Great spot....Just let me know if you need help there !!!!

Sooner or later Mr Big will come out there !!!


----------



## hookedonbass (Nov 22, 2005)

I have seen some big bucks on this powerline, but you better be ready when they step out. They don't stick around for long.


----------



## Duck's and Buck's (Nov 22, 2005)

can you say honey hole!!!!!


----------



## 7401R (Nov 22, 2005)

The time stamp on the picture says that was Friday.


----------



## hookedonbass (Nov 22, 2005)

7401R said:
			
		

> The time stamp on the picture says that was Friday.

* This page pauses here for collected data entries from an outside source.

#: the models of a global fit; "none" is Michaelis-Menten without inhibition
MODELS: Final = ("none", "competitive", "noncompetitive", "uncompetitive", "mixed")
LABELS: Final = {
    "none": "no inhibition (Michaelis-Menten)",
    "competitive": "competitive",
    "noncompetitive": "noncompetitive",
    "uncompetitive": "uncompetitive",
    "mixed": "mixed",
}
EQUATIONS: Final = {
    "none": "v = Vmax S / (Km + S)",
    "competitive": "v = Vmax S / (Km (1 + I/Ki) + S)",
    "noncompetitive": "v = Vmax S / ((Km + S)(1 + I/Ki))",
    "uncompetitive": "v = Vmax S / (Km + S (1 + I/Ki))",
    "mixed": "v = Vmax S / (Km (1 + I/Kic) + S (1 + I/Kiu))",
}
#: nested pairs (reduced, full) for the extra-sum-of-squares F test
NESTED: Final = (
    ("none", "competitive"),
    ("none", "noncompetitive"),
    ("none", "uncompetitive"),
    ("none", "mixed"),
    ("competitive", "mixed"),
    ("noncompetitive", "mixed"),
    ("uncompetitive", "mixed"),
)
#: weighting choices of a global fit: "auto" estimates the error model (:func:`choose_error_model`), the
#: others force a fixed scheme (:data:`~interact.kinetics.engine.WEIGHTS`)
FIT_WEIGHTS: Final = ("auto", *WEIGHTS)
#: variance models: Var(v) = sigma^2 g(f)^2 with g = 1 (constant), f (proportional) or f^theta (power)
ERROR_MODELS: Final = ("constant", "proportional", "power")
_FLOOR_FRACTION: Final = 0.02  # fitted values below 2 % of the largest are floored in g (blank rows, f = 0)
OUTLIER_T: Final = 3.0  # |externally studentised residual| flagged as a possible outlier (common practice)
DEPLETION_KINETIC_PCT: Final = 10.0  # Lee et al. 2024: < 10 % turnover for kinetic constants (seen)
DEPLETION_LIMIT_PCT: Final = 20.0  # FDA: substrate depletion <= 20 % (from memory)


# --------------------------------------------------------------------------- models


def inverse_constants(name: str, theta: Sequence[float]) -> tuple[float, float]:
    """(1/Kic, 1/Kiu) of the model ``name`` at its fitting parameters ``theta`` (0 for a route the model lacks)."""
    if name == "none":
        return 0.0, 0.0
    if name == "competitive":
        return theta[2], 0.0
    if name == "noncompetitive":
        return theta[2], theta[2]
    if name == "uncompetitive":
        return 0.0, theta[2]
    return theta[2], theta[3]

I wish it had been Friday. That means I wouldn't have been working.


----------



## Swampdemon (Nov 23, 2005)




----------



## Dub (Nov 23, 2005)

Awesome!!!!!!

Thanks for the pic.


----------



## beginnersluck (Nov 23, 2005)

You ain't supposed to be roostin up in them powerline towers!   
Nice setup, hope big boy comes out to play and you lay him down!


----------



## roadkill (Nov 23, 2005)

What Swampdemon said!


----------



## SimpleMan (Nov 24, 2005)

Is this in Monticello? That power line and food plot looks awful familiar.


----------



## Jim Thompson (Nov 24, 2005)

great view!


----------



## hookedonbass (Nov 24, 2005)

SimpleMan said:
			
		

> Is this in Monticello? That power line and food plot looks awful familiar.



SimpleMan, It is in Hancock Co. just east of Devereux Community.


----------



## biggabuck (Nov 24, 2005)

Is that property near Mr Mcevers place.A group of us from here hunted there a couple of years ago.Looks just like that powerline that runs through his place.


----------



## hookedonbass (Nov 24, 2005)

biggabuck said:
			
		

> Is that property near Mr Mcevers place.A group of us from here hunted there a couple of years ago.Looks just like that powerline that runs through his place.



No this is my family's property, but I do know Mr. McEver.


----------



## gabowman (Nov 27, 2005)

Be careful. Those powerlines will ruin ya!


----------